Work through the data line by line, gathering every line that has the word "would".

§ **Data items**
______________________________
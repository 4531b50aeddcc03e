//! Tables: the line that names them, then one row to a line.
use super::words;
use crate::sheet::{Cell, Ledger, Table};

/// A table of the sheet. Its name stands on the line directly before its head, which a table may interrupt.
pub(super) fn write(table: &Table, ledger: &Ledger) -> String {
    let mut text = format!("**Table {}** {}\n", table.id, words::escaped(&table.title));
    let heads = std::iter::once(table.head.clone()).chain(table.columns.iter().map(crate::sheet::Column::heading));
    text.push_str(&row(&heads.map(|head| words::escaped(&head)).collect::<Vec<_>>()));
    text.push_str(&rule(std::iter::once(false).chain((0..table.columns.len()).map(|at| is_numeric(table, at)))));
    for line in &table.rows {
        let cells = line.cells.iter().map(|cell| match cell {
            Cell::Empty => String::new(),
            Cell::Text(text) | Cell::Address(text) => words::escaped(text),
            Cell::Quantity(id) => ledger.entry(*id).printed.to_string(),
        });
        text.push_str(&row(&std::iter::once(words::escaped(&line.name)).chain(cells).collect::<Vec<_>>()));
    }
    if let Some(note) = &table.note {
        text.push_str(&format!("\n{}\n", words::escaped(note)));
    }
    text
}

fn is_numeric(table: &Table, at: usize) -> bool {
    table.rows.iter().any(|row| matches!(row.cells.get(at), Some(Cell::Quantity(_))))
}

/// A row of cells.
pub(super) fn row(cells: &[String]) -> String {
    let mut text = String::from("|");
    for cell in cells {
        text.push_str(&if cell.is_empty() { " |".to_string() } else { format!(" {cell} |") });
    }
    text.push('\n');
    text
}

/// The rule below the head; columns of numbers stand to the right.
pub(super) fn rule(numeric: impl Iterator<Item = bool>) -> String {
    let mut text = String::from("|");
    for numeric in numeric {
        text.push_str(if numeric { "---:|" } else { "---|" });
    }
    text.push('\n');
    text
}
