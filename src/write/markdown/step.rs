//! A step as a fenced block: words, formula in symbols, formula in numbers, result, addresses.
use super::formula_lines::{broken, width};
use super::longest_run;
use crate::document::visible;
use crate::formula::{Operand, Symbol, with_numbers, with_symbols};
use crate::sheet::{Ledger, Step};
use crate::units::Printed;

/// A step, exactly as the sheet's format sets it out.
pub(super) fn write(step: &Step, ledger: &Ledger) -> String {
    let definition = &step.definition;
    let symbol = definition.symbol().as_str();
    let column = width(symbol) + 1;
    let result = ledger.entry(step.result).operand().text();
    let comparison = step.comparison.map_or_else(String::new, |comparison| {
        let limit = format!("{}", comparison.limit).replace('-', "−");
        format!(" {} {limit} {}", comparison.relation(), comparison.verdict())
    });
    let numbers = with_numbers(definition.tree(), &|symbol| operand(step, ledger, symbol));

    let mut lines = vec![line(definition.title())];
    lines.push(broken(symbol, column, &with_symbols(definition.tree())));
    lines.push(broken("", column, &numbers));
    lines.push(format!("{}= {result}{comparison}", " ".repeat(column)));
    if !step.operands.is_empty() {
        let operands = step.operands.iter().map(|(symbol, id)| format!("{symbol} {}", ledger.entry(*id).address));
        lines.push(format!("from: {}", operands.collect::<Vec<_>>().join(" · ")));
    }
    let by = step.methods();
    if !by.is_empty() {
        lines.push(format!("by: {}", line(&by.join(" · "))));
    }
    if let Some(note) = &step.note {
        lines.push(format!("note: {}", line(note)));
    }

    let body = lines.join("\n");
    let fence = "`".repeat((longest_run(&body) + 1).max(3));
    format!("{fence}step {}\n{body}\n{fence}\n", step.number)
}

/// The printed number of a symbol; every symbol of a step's formula has one.
fn operand(step: &Step, ledger: &Ledger, symbol: &Symbol) -> Operand {
    step.operands.iter().find(|(known, _)| known == symbol).map_or_else(
        || Operand { printed: Printed { count: 0, place: 0 }, unit: String::new() },
        |(_, id)| ledger.entry(*id).operand(),
    )
}

/// Words on one line, with nothing in them unseen.
fn line(text: &str) -> String {
    visible(text).split_whitespace().collect::<Vec<_>>().join(" ")
}
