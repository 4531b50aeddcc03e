//! The document as GitHub-flavoured Markdown: one sentence or one row of a table to a line, nothing padded, so that
//! a small change of the input is a small change of the text.
mod formula_lines;
mod step;
mod table;
mod words;

use crate::document::{Block, Document, Inline};
use crate::sheet::Sheet;
use std::collections::BTreeMap;

/// Writes a document. `stem` is the package's file name without ending; figures are linked as
/// `<stem>.figures/<id>.svg`.
///
/// A step, table or figure that the document names and the sheet does not hold is said to be missing where it
/// would stand.
#[must_use]
pub fn write(document: &Document, sheet: &Sheet, stem: &str) -> String {
    let writer = Writer { sheet, stem, homes: homes(&document.blocks), blocks: &document.blocks };
    writer.blocks(&document.blocks)
}

struct Writer<'a> {
    sheet: &'a Sheet,
    stem: &'a str,
    /// The heading under which each step, table or figure stands, by what links call them.
    homes: BTreeMap<&'a str, &'a str>,
    blocks: &'a [Block],
}

/// Where a link leads: Markdown knows headings alone, so a step is found under its heading.
fn homes(blocks: &[Block]) -> BTreeMap<&str, &str> {
    let mut homes = BTreeMap::new();
    let mut here = "";
    for block in blocks {
        match block {
            Block::Heading { anchor, level, .. } => {
                // Below level 3 the same words recur, and their anchors count: a link must not shift with them.
                if *level <= 3 {
                    here = anchor;
                }
                homes.entry(anchor.as_str()).or_insert(anchor.as_str());
            }
            Block::Step(name) | Block::Table(name) | Block::Figure(name) => {
                homes.entry(name.as_str()).or_insert(here);
            }
            _ => {}
        }
    }
    homes
}

impl Writer<'_> {
    fn blocks(&self, blocks: &[Block]) -> String {
        let mut text = String::new();
        let mut list_before = false;
        for block in blocks {
            let part = self.block(block);
            if part.is_empty() {
                continue;
            }
            if !text.is_empty() {
                text.push('\n');
            }
            let list = matches!(block, Block::List { .. });
            // Two lists in a row would read as one.
            if list && list_before {
                text.push_str("<!-- -->\n\n");
            }
            list_before = list;
            text.push_str(&part);
        }
        text
    }

    /// A block with the line end of its last line; empty where Markdown has nothing for it.
    fn block(&self, block: &Block) -> String {
        match block {
            Block::Heading { level, text, .. } => {
                let words = self.words(text, words::Place::Line);
                format!("{} {}\n", "#".repeat((*level).clamp(1, 6).into()), words::heading(&words))
            }
            Block::Paragraph(text) => paragraph(&self.words(text, words::Place::Running)),
            Block::List { ordered, items } => self.list(*ordered, items),
            Block::Caution(inner) => quoted(&format!("**Caution**\n\n{}", self.blocks(inner))),
            Block::Verbatim(text) => verbatim(text),
            Block::Step(number) => self
                .sheet
                .step(number)
                .map_or_else(|| missing("step", number), |found| step::write(found, &self.sheet.ledger)),
            Block::Table(id) => self
                .sheet
                .table(id)
                .map_or_else(|| missing("table", id), |found| table::write(found, &self.sheet.ledger)),
            Block::Figure(id) => self.sheet.figure(id).map_or_else(
                || missing("figure", id),
                |figure| {
                    let path = words::address(&format!("{}.figures/{}.svg", self.stem, figure.id));
                    let alternative = words::escaped(&figure.alternative);
                    let title = words::escaped(&figure.title);
                    format!("![{alternative}]({path})\n\n**Figure {}** {title}\n", words::escaped(&figure.id))
                },
            ),
            Block::Grid { head, rows } => {
                let row = |cells: &[Vec<Inline>]| {
                    cells.iter().map(|cell| self.words(cell, words::Place::Cell)).collect::<Vec<_>>()
                };
                let mut text = table::row(&row(head));
                text.push_str(&table::rule(head.iter().map(|_| false)));
                rows.iter().for_each(|cells| text.push_str(&table::row(&row(cells))));
                text
            }
            Block::Contents => self.contents(),
            Block::NewSheet => String::new(),
        }
    }

    fn words(&self, inlines: &[Inline], place: words::Place) -> String {
        words::write(inlines, place, &|to| self.homes.get(to).copied())
    }

    fn list(&self, ordered: bool, items: &[Vec<Block>]) -> String {
        let mut text = String::new();
        for (at, item) in items.iter().enumerate() {
            let mark = if ordered { format!("{}. ", at + 1) } else { "- ".to_string() };
            let inner = self.blocks(item);
            let mut lines = inner.lines();
            text.push_str(format!("{mark}{}", lines.next().unwrap_or_default()).trim_end());
            text.push('\n');
            for line in lines {
                if !line.is_empty() {
                    text.push_str(&" ".repeat(mark.len()));
                    text.push_str(line);
                }
                text.push('\n');
            }
        }
        text
    }

    fn contents(&self) -> String {
        let mut text = String::new();
        for block in self.blocks {
            if let Block::Heading { level: level @ (2 | 3), text: words, anchor } = block {
                let words = words::write(words, words::Place::Line, &|_| None);
                let indent = if *level == 2 { "" } else { "  " };
                text.push_str(&format!("{indent}- [{words}](#{})\n", words::address(anchor)));
            }
        }
        text
    }
}

fn paragraph(words: &str) -> String {
    if words.is_empty() { String::new() } else { format!("{words}\n") }
}

fn quoted(text: &str) -> String {
    text.lines().map(|line| if line.is_empty() { ">\n".to_string() } else { format!("> {line}\n") }).collect()
}

fn missing(kind: &str, name: &str) -> String {
    format!("**The {kind} {} is missing from this package.**\n", words::escaped(name))
}

/// A fence longer than any run of backticks inside.
fn verbatim(text: &str) -> String {
    let fence = "`".repeat((longest_run(text) + 1).max(3));
    let end = if text.is_empty() || text.ends_with('\n') { "" } else { "\n" };
    format!("{fence}text\n{text}{end}{fence}\n")
}

/// The longest run of backticks in a text.
fn longest_run(text: &str) -> usize {
    text.split(|c| c != '`').map(str::len).max().unwrap_or(0)
}

#[cfg(test)]
mod tests;
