def _method_estimates(model: Model, fits: Mapping[str, list[MethodFit]]) -> list[dict[str, MethodEstimate]]:
    """Value, own u and components by shared input of every method that determines something, by particle."""
    found: list[dict[str, MethodEstimate]] = [{} for _ in range(model.particles)]
    width = len(model.setting.uncertain)
    for name, log in model.logs.items():
        theta = np.zeros((model.particles, 5))
        active = np.zeros((model.particles, 5), bool)
        usable = []
        for index, fit in enumerate(fits[name]):
            if any(fit.determined) and (log.particle == index).any():
                usable.append(index)
                theta[index] = np.nan_to_num(fit.theta, nan=0.0)
                active[index, list(fit.active)] = True
                active[index, SHAPE] = name == "diameter" and model.setting.shape_spread[index] > 0.0
        if not usable:
            continue
        part = model.subset(np.array(usable, dtype=np.intp))
        theta, active = theta[usable], active[usable]
        line = linearise(part.setting, {name: part.logs[name]}, theta, part.sign, np.zeros((1, width)))[name]
        normal = normal_equations(part.logs[name], line, part.particles, active)
        square = normal.private.copy()
        diagonal = np.where(active, 0.0, 1.0) + np.where(active & (np.arange(5) == SHAPE), 1.0, 0.0)
        diagonal[:, [LN_S, LN_GAMMA]] += 1e-8
        square[:, np.arange(5), np.arange(5)] += diagonal
        inverse = inverse_of(square)
        response = -inverse @ normal.cross
        for place, index in enumerate(usable):
            fit = fits[name][index]
            sign = part.sign[place] if fit.sign else 1.0
            value = np.array([sign * np.exp(theta[place, LN_S]), np.exp(theta[place, LN_GAMMA])])
            private = np.sqrt(np.diag(inverse[place])[[LN_S, LN_GAMMA]])
            spread = private**2 + (response[place][[LN_S, LN_GAMMA]] ** 2).sum(axis=1)
            known = np.array(fit.determined, dtype=bool) & (np.sqrt(spread) <= UNDETERMINED)
            origin = inverse[place, ORIGIN, ORIGIN] + (response[place, ORIGIN] ** 2).sum()
            found[index][name] = MethodEstimate(
                value,
                private,
                response[place][[LN_S, LN_GAMMA]],
                known,
                bool(fit.sign),
                float(np.sqrt(origin)),
            )
    return found
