/// Adds to alpha's standard error and interval what tau_a leaves open through the windows' remaining parts: the fit is
/// repeated with tau_a one standard error shorter and longer.
fn widen_alpha(
    fit: &mut AdaptationFit,
    measured: &[Measured],
    dispersion: f64,
    timed: &Timed<'_>,
    tau: &Estimate,
) {
    let (Some(value), Some(se)) = (tau.value, tau.se) else {
        return;
    };
    let at = |sign: f64| {
        let model = timed.model(fit, Some(value * (sign * se / value).exp()));
        let points: Vec<AdaptationPoint> = measured
            .iter()
            .zip(&fit.fitted)
            .map(|(m, fitted)| {
                let mut m = *m;
                m.update(*fitted, dispersion, model.as_ref());
                m.point
            })
            .collect();
        fit_near(&points, Some(fit)).ok().map(|fit| fit.strength())
    };
    let (Some(down), Some(up)) = (at(-1.0), at(1.0)) else {
        return;
    };
    let shift = 0.5 * (up - down).abs();
    let others = t_quantile(fit.degrees) * shift;
    let alpha = fit.strength();
    fit.alpha.se = fit.alpha.se.map(|se| se.hypot(shift));
    fit.alpha.lo = fit
        .alpha
        .lo
        .map(|lo| (alpha - (alpha - lo).hypot(others)).max(0.0));
    fit.alpha.hi = fit.alpha.hi.map(|hi| alpha + (hi - alpha).hypot(others));
}

/// Root of the pooled Pearson dispersion of the steps' exponentials.
fn pooled_cv(decays: &[StepDecay]) -> Option<f64> {
    let (mut sum, mut degrees) = (0.0, 0.0);
    for decay in decays.iter().filter_map(|d| d.decay) {
        let free = decay.intervals as f64 - 3.0;
        sum += free * decay.dispersion;
        degrees += free;
    }
    (degrees > 0.0).then(|| (sum / degrees).sqrt())
}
______________________________
§ **Response to the task**
/// would stand.
            // Two lists in a row would read as one.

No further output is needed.